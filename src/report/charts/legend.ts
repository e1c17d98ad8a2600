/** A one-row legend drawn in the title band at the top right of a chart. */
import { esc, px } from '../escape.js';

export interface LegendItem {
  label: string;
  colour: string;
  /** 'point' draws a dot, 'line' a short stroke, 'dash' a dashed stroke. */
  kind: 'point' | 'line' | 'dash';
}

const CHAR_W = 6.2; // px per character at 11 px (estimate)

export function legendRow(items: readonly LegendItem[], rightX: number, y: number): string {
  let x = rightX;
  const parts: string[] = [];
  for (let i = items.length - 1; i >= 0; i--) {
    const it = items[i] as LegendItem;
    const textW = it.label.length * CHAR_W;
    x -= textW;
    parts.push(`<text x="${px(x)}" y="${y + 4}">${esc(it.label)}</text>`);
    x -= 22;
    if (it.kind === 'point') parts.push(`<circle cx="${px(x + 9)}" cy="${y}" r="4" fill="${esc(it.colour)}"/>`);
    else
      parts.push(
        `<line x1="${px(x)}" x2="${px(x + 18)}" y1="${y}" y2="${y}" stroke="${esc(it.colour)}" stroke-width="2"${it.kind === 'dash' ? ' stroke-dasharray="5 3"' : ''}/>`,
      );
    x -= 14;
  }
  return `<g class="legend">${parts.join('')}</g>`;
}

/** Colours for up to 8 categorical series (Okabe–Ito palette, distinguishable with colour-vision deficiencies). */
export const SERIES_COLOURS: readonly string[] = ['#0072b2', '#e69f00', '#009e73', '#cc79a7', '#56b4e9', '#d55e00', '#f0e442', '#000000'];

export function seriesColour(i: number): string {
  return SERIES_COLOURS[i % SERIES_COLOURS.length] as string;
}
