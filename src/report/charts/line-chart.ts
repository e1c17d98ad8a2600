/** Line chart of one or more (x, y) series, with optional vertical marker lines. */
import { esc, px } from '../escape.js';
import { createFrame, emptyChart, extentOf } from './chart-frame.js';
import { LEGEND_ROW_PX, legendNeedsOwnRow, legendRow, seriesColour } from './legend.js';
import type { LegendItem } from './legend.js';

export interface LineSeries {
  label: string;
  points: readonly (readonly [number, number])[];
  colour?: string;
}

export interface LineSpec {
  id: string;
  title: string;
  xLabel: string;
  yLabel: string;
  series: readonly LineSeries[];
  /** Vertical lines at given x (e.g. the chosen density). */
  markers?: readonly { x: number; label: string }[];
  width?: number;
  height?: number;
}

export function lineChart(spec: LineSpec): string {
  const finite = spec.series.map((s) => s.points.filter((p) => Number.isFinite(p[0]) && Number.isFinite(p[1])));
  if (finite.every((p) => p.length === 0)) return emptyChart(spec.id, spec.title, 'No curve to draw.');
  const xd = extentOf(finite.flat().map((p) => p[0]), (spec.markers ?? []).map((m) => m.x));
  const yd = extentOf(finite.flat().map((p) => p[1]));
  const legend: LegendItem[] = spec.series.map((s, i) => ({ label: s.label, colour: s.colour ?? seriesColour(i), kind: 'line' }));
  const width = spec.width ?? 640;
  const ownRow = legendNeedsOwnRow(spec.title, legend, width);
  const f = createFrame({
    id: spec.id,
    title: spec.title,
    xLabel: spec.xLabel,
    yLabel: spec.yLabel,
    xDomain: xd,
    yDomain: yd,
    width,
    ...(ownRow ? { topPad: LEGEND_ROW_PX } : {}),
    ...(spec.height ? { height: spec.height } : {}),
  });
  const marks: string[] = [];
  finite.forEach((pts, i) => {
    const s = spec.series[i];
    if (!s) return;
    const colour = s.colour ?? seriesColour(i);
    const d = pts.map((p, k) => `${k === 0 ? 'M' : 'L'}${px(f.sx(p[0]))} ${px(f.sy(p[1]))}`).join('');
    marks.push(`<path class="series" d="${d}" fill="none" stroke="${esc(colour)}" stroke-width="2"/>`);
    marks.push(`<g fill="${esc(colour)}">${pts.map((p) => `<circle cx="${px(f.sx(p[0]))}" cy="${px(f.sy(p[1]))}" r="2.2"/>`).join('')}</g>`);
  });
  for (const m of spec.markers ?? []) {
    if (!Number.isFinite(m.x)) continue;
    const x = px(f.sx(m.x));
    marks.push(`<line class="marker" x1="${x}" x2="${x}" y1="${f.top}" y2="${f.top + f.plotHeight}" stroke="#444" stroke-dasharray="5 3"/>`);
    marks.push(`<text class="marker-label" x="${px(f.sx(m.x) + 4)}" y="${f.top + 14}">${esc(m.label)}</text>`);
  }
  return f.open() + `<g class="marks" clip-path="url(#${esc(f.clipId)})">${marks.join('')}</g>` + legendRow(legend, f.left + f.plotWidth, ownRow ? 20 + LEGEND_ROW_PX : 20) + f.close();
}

__________

- Work instructions: Exactly as written, copy the lines from the one containing "height?: number;" to the end of the entries, both ends included.

- Answer space:
  height?: number;
}

export function lineChart(spec: LineSpec): string {
  const finite = spec.series.map((s) => s.points.filter((p) => Number.isFinite(p[0]) && Number.isFinite(p[1])));
  if (finite.every((p) => p.length === 0)) return emptyChart(spec.id, spec.title, 'No curve to draw.');
  const xd = extentOf(finite.flat().map((p) => p[0]), (spec.markers ?? []).map((m) => m.x));
  const yd = extentOf(finite.flat().map((p) => p[1]));
  const legend: LegendItem[] = spec.series.map((s, i) => ({ label: s.label, colour: s.colour ?? seriesColour(i), kind: 'line' }));
  const width = spec.width ?? 640;
  const ownRow = legendNeedsOwnRow(spec.title, legend, width);
  const f = createFrame({
    id: spec.id,
    title: spec.title,
    xLabel: spec.xLabel,
    yLabel: spec.yLabel,
    xDomain: xd,
    yDomain: yd,
    width,
    ...(ownRow ? { topPad: LEGEND_ROW_PX } : {}),
    ...(spec.height ? { height: spec.height } : {}),
  });
  const marks: string[] = [];
  finite.forEach((pts, i) => {
    const s = spec.series[i];
    if (!s) return;
    const colour = s.colour ?? seriesColour(i);
    const d = pts.map((p, k) => `${k === 0 ? 'M' : 'L'}${px(f.sx(p[0]))} ${px(f.sy(p[1]))}`).join('');
    marks.push(`<path class="series" d="${d}" fill="none" stroke="${esc(colour)}" stroke-width="2"/>`);
    marks.push(`<g fill="${esc(colour)}">${pts.map((p) => `<circle cx="${px(f.sx(p[0]))}" cy="${px(f.sy(p[1]))}" r="2.2"/>`).join('')}</g>`);
  });
  for (const m of spec.markers ?? []) {
    if (!Number.isFinite(m.x)) continue;
    const x = px(f.sx(m.x));
    marks.push(`<line class="marker" x1="${x}" x2="${x}" y1="${f.top}" y2="${f.top + f.plotHeight}" stroke="#444" stroke-dasharray="5 3"/>`);
    marks.push(`<text class="marker-label" x="${px(f.sx(m.x) + 4)}" y="${f.top + 14}">${esc(m.label)}</text>`);
  }
  return f.open() + `<g class="marks" clip-path="url(#${esc(f.clipId)})">${marks.join('')}</g>` + legendRow(legend, f.left + f.plotWidth, ownRow ? 20 + LEGEND_ROW_PX : 20) + f.close();
}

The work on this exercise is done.